(Stored data)
---------------
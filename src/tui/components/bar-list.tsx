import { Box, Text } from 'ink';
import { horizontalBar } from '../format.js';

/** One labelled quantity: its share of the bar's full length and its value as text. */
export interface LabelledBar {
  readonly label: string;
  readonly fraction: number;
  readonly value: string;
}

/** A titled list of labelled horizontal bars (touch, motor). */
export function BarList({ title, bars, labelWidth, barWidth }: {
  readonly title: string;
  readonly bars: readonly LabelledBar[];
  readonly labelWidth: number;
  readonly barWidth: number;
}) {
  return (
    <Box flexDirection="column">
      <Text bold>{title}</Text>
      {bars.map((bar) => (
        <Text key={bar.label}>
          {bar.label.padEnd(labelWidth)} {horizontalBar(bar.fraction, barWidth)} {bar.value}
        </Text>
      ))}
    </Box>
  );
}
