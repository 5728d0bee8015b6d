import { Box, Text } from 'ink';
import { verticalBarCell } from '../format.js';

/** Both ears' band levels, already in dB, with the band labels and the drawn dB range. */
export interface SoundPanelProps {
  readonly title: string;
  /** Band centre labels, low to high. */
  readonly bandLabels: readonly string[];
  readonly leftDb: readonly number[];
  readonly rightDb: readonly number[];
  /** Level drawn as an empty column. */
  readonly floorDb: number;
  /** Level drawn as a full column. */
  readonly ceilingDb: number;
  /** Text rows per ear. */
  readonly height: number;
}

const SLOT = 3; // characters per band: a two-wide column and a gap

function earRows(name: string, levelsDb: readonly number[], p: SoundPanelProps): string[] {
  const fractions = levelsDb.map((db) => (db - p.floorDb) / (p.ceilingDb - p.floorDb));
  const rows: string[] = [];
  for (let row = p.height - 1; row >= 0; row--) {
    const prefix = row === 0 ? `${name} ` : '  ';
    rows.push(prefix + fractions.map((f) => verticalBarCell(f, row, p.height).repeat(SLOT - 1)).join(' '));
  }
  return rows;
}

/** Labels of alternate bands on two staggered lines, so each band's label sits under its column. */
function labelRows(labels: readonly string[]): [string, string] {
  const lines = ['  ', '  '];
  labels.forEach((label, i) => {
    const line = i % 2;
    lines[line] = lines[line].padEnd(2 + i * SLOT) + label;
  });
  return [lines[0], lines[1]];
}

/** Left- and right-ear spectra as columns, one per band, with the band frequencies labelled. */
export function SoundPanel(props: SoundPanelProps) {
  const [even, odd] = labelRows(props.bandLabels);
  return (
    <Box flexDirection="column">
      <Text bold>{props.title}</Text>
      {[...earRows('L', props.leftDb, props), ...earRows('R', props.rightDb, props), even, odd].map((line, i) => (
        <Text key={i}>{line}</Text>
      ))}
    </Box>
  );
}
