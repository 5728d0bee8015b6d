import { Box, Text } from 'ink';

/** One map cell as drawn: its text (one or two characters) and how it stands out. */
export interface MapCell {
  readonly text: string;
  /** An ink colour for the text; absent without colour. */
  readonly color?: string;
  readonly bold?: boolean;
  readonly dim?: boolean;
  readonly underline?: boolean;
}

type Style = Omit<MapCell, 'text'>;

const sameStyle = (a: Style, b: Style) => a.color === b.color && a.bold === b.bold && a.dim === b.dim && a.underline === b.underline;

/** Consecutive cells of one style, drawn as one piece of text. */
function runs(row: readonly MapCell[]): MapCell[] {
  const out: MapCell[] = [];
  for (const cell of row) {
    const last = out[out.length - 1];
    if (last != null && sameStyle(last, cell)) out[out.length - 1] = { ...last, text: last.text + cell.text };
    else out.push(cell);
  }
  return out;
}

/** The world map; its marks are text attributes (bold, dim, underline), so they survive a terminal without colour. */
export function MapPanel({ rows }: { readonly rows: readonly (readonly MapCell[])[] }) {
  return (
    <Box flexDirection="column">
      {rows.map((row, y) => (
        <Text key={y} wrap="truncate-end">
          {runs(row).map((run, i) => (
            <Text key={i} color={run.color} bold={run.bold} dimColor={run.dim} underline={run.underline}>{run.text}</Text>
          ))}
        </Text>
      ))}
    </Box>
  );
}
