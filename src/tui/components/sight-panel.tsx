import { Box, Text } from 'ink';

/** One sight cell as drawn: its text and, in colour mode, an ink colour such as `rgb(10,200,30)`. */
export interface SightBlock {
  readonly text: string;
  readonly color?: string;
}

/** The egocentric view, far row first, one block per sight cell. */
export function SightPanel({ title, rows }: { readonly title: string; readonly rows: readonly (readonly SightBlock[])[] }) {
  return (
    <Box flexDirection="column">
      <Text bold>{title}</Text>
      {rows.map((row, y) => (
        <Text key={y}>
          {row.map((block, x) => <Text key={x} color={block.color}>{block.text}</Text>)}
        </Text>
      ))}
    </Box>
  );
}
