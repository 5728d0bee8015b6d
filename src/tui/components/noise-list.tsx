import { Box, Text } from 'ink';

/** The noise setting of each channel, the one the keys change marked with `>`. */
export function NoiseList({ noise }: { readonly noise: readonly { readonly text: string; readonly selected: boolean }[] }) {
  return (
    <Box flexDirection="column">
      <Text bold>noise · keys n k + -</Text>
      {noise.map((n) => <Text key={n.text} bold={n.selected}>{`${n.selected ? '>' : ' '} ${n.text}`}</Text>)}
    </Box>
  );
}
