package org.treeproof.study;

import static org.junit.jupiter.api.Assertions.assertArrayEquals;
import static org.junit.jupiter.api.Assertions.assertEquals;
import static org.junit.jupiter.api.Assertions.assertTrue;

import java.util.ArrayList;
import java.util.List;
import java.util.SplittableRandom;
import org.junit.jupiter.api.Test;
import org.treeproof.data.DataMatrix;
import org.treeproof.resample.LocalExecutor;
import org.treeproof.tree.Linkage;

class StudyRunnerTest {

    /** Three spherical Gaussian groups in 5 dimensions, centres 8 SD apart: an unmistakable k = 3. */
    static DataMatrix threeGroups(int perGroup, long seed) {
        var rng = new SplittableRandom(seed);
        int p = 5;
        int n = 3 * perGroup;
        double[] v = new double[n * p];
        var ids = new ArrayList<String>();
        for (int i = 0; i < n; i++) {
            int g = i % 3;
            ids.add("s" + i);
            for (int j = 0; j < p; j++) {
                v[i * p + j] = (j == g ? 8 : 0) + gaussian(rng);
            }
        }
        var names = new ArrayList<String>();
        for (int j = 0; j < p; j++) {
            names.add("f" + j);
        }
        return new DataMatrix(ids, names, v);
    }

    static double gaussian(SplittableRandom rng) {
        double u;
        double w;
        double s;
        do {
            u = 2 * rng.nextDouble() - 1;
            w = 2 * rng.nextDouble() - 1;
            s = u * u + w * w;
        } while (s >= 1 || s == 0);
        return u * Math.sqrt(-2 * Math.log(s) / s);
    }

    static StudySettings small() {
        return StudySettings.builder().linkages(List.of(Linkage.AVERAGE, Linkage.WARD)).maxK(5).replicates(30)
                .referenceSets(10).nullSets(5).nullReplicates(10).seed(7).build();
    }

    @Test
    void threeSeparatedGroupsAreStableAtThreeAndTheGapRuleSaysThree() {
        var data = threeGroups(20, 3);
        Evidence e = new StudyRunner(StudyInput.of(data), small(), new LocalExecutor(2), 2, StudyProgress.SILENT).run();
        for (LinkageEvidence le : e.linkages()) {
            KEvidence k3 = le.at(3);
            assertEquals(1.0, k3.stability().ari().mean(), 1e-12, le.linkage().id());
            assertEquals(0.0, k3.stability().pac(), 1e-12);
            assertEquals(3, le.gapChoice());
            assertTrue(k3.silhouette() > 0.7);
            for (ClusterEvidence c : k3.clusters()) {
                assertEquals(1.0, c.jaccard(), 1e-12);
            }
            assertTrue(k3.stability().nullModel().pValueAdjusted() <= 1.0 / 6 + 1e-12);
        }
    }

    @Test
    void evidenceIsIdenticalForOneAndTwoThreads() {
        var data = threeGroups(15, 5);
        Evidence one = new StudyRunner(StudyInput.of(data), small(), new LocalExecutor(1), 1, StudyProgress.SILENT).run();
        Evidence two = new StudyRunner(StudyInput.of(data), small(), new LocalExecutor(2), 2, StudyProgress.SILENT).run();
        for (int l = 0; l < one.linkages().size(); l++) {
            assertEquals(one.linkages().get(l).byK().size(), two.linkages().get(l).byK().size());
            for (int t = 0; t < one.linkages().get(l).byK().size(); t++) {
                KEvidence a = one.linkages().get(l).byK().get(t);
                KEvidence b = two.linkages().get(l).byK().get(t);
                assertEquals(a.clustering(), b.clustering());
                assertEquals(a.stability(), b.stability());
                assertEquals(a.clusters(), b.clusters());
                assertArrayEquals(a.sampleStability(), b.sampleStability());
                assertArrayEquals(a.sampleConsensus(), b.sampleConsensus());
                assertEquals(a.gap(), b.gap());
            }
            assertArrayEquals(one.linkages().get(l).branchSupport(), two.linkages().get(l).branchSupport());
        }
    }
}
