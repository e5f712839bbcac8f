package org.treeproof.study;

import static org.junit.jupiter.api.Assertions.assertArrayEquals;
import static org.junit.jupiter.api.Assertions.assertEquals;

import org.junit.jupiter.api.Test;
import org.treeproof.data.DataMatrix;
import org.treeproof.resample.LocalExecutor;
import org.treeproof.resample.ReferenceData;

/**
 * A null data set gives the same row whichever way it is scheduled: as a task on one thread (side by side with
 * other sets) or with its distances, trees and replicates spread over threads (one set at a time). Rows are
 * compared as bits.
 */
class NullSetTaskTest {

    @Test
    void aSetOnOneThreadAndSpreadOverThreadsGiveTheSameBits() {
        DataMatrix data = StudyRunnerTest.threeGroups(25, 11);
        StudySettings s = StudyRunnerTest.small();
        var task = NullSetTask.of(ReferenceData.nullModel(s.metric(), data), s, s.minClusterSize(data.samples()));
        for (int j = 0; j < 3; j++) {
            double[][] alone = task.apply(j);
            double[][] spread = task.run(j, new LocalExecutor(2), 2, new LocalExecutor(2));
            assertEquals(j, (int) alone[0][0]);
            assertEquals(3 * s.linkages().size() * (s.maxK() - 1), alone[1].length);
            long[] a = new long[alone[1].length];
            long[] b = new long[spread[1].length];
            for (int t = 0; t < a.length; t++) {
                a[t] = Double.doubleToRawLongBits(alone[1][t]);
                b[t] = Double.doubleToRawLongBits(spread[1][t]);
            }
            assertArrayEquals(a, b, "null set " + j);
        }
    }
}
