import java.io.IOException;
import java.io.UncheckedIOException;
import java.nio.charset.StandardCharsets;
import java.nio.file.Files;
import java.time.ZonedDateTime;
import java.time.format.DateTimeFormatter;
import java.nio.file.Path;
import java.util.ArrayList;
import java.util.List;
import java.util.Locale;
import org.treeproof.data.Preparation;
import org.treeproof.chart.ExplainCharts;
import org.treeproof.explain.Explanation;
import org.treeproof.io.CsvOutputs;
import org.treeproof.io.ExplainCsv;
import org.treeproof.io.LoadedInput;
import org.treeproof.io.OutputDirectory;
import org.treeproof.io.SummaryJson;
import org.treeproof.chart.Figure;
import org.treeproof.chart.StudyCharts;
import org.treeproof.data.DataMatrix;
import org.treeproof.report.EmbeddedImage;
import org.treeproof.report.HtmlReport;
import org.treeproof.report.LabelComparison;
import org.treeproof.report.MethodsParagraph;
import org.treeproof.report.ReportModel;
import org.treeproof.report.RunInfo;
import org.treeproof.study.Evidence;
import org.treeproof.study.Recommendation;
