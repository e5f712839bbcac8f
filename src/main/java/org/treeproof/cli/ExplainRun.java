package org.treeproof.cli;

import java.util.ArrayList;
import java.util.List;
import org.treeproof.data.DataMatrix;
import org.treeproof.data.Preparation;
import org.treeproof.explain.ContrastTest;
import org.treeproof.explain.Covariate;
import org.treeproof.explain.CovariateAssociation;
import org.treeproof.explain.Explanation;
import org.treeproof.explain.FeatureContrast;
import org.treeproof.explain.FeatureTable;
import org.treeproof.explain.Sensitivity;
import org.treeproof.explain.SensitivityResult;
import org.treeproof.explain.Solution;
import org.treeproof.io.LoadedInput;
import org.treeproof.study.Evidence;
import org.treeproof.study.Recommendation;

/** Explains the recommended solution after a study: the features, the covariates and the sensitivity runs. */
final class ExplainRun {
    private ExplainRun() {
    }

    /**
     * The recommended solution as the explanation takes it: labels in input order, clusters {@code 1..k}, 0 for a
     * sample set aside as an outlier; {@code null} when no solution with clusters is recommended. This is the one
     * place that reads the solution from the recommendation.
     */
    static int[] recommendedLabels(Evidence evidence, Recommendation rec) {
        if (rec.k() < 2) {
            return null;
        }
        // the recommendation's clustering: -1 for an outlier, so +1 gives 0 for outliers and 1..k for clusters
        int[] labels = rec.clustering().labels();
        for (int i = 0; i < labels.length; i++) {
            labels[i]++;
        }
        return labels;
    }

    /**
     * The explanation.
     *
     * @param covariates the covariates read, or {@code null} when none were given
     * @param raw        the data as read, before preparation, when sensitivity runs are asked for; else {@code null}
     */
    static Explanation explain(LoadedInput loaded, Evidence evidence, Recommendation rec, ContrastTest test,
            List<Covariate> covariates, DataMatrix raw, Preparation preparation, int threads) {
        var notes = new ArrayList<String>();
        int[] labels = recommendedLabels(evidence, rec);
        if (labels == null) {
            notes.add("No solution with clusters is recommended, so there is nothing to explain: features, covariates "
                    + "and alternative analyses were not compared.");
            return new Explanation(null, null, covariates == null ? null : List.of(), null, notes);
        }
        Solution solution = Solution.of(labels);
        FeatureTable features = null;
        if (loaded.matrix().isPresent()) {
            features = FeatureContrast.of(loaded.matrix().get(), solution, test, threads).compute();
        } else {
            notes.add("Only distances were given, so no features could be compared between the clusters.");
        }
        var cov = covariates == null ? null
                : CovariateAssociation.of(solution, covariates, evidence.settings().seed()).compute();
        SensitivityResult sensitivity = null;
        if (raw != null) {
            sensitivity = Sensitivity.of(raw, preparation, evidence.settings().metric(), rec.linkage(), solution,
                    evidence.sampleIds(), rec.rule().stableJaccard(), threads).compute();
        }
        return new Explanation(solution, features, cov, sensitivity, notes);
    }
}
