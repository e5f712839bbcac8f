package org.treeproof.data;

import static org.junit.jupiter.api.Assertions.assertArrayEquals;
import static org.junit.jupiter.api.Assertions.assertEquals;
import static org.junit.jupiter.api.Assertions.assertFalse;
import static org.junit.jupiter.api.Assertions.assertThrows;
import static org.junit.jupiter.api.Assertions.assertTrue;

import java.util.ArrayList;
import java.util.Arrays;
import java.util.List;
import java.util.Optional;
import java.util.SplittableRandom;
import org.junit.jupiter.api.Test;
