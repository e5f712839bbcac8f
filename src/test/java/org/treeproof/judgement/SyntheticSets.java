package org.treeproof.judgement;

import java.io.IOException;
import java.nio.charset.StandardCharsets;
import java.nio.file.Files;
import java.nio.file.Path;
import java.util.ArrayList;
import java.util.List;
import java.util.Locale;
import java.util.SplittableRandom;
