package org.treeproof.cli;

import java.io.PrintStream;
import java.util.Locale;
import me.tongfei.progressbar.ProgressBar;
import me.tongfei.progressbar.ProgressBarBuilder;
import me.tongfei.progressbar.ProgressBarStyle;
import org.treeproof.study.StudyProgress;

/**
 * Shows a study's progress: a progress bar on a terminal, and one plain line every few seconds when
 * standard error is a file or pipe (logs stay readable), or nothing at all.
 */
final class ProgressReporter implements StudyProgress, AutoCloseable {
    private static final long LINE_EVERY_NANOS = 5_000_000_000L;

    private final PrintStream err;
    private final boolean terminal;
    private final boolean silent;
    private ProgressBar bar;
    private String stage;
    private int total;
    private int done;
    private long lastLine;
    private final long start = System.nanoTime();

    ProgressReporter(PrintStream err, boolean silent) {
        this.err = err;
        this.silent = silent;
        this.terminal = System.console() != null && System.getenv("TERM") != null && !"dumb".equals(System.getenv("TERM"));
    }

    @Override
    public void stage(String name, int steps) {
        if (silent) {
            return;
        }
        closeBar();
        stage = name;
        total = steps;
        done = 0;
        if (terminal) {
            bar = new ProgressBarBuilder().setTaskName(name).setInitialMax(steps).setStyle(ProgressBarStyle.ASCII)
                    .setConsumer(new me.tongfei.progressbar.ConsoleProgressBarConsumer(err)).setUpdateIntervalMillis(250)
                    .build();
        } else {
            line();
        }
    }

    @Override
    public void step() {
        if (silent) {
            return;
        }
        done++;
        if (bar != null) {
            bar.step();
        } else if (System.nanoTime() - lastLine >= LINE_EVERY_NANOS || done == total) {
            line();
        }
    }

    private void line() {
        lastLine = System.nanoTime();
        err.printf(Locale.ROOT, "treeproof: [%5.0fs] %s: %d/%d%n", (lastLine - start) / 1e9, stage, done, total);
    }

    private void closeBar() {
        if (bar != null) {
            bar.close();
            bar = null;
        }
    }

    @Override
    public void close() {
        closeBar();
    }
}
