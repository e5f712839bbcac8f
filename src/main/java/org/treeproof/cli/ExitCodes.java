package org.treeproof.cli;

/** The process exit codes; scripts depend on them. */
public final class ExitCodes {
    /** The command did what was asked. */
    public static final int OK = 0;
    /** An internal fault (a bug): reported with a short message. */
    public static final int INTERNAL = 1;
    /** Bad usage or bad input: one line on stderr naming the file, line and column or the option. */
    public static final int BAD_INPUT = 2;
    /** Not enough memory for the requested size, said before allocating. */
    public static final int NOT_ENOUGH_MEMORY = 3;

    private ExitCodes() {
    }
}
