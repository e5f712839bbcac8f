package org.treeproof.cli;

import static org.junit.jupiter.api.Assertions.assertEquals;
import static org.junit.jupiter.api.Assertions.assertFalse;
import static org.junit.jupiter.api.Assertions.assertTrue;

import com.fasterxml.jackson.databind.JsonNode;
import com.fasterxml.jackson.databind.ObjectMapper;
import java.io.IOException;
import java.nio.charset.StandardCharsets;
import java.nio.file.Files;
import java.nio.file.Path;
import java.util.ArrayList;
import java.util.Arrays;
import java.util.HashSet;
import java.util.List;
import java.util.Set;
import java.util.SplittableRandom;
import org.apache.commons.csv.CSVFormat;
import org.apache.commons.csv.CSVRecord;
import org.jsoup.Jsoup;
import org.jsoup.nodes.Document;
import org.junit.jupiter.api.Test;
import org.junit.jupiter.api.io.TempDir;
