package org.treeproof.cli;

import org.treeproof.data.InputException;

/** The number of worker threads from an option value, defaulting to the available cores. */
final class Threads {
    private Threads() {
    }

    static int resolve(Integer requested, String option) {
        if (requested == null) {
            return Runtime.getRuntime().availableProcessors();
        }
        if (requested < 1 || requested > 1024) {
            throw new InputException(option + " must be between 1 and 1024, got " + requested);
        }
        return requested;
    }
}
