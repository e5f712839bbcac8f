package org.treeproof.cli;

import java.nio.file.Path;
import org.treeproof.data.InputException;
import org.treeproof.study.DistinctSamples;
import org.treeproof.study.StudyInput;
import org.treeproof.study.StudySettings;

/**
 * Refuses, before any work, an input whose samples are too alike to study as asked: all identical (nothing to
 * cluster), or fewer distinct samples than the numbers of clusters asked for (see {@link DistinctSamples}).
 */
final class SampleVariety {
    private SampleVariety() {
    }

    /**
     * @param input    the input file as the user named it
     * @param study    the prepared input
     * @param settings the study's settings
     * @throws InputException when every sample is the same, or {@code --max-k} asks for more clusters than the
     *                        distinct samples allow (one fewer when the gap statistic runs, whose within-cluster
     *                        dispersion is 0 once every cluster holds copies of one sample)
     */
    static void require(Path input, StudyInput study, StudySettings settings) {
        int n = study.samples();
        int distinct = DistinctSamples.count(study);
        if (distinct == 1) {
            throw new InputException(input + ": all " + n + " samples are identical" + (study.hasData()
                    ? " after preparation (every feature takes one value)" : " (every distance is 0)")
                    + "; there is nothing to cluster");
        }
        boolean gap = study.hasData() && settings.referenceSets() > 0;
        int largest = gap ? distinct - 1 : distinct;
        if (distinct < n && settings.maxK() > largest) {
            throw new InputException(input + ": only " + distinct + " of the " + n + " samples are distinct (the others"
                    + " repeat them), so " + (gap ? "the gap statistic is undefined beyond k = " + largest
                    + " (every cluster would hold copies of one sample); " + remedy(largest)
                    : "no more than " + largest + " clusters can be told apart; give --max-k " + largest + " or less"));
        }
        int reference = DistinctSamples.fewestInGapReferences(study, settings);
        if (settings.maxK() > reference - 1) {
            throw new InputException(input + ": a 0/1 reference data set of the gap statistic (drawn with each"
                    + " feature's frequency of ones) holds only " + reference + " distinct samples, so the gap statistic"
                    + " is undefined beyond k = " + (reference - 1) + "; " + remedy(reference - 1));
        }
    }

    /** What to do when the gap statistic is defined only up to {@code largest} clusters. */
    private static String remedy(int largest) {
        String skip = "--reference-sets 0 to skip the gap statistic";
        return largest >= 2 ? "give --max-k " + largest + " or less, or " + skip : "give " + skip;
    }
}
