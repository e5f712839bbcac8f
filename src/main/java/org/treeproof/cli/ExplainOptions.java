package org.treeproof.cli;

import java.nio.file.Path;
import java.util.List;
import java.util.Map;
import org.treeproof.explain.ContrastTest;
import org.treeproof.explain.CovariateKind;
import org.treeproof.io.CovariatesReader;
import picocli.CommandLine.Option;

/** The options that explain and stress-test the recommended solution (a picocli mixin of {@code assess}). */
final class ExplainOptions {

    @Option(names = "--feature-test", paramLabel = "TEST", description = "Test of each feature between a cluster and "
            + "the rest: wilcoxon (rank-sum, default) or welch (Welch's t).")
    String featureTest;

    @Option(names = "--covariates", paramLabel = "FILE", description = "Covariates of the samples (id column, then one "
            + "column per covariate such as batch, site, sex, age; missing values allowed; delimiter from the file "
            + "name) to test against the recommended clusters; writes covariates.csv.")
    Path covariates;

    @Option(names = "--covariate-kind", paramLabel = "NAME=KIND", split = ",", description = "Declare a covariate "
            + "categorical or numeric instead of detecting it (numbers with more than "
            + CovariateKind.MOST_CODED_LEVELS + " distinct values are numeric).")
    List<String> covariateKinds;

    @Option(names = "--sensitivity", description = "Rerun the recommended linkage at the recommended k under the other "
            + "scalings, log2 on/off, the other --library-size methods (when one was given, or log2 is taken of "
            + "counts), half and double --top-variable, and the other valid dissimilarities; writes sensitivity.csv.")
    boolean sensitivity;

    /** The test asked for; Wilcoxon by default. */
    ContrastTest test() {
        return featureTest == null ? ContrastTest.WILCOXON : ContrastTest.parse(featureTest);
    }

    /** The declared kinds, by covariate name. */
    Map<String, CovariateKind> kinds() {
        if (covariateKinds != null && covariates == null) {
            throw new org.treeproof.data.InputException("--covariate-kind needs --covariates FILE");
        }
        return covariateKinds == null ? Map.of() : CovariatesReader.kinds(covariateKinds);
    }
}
---------------
» TASK DETAILS:
Copy out, from the data above, every line holding the word "features".

» TASK ANSWER:
/** Explains the recommended solution after a study: the features, the covariates and the sensitivity runs. */
            notes.add("No solution with clusters is recommended, so there is nothing to explain: features, covariates "
        FeatureTable features = null;
            features = FeatureContrast.of(loaded.matrix().get(), solution, test, threads).compute();
            notes.add("Only distances were given, so no features could be compared between the clusters.");
        return new Explanation(solution, features, cov, sensitivity, notes);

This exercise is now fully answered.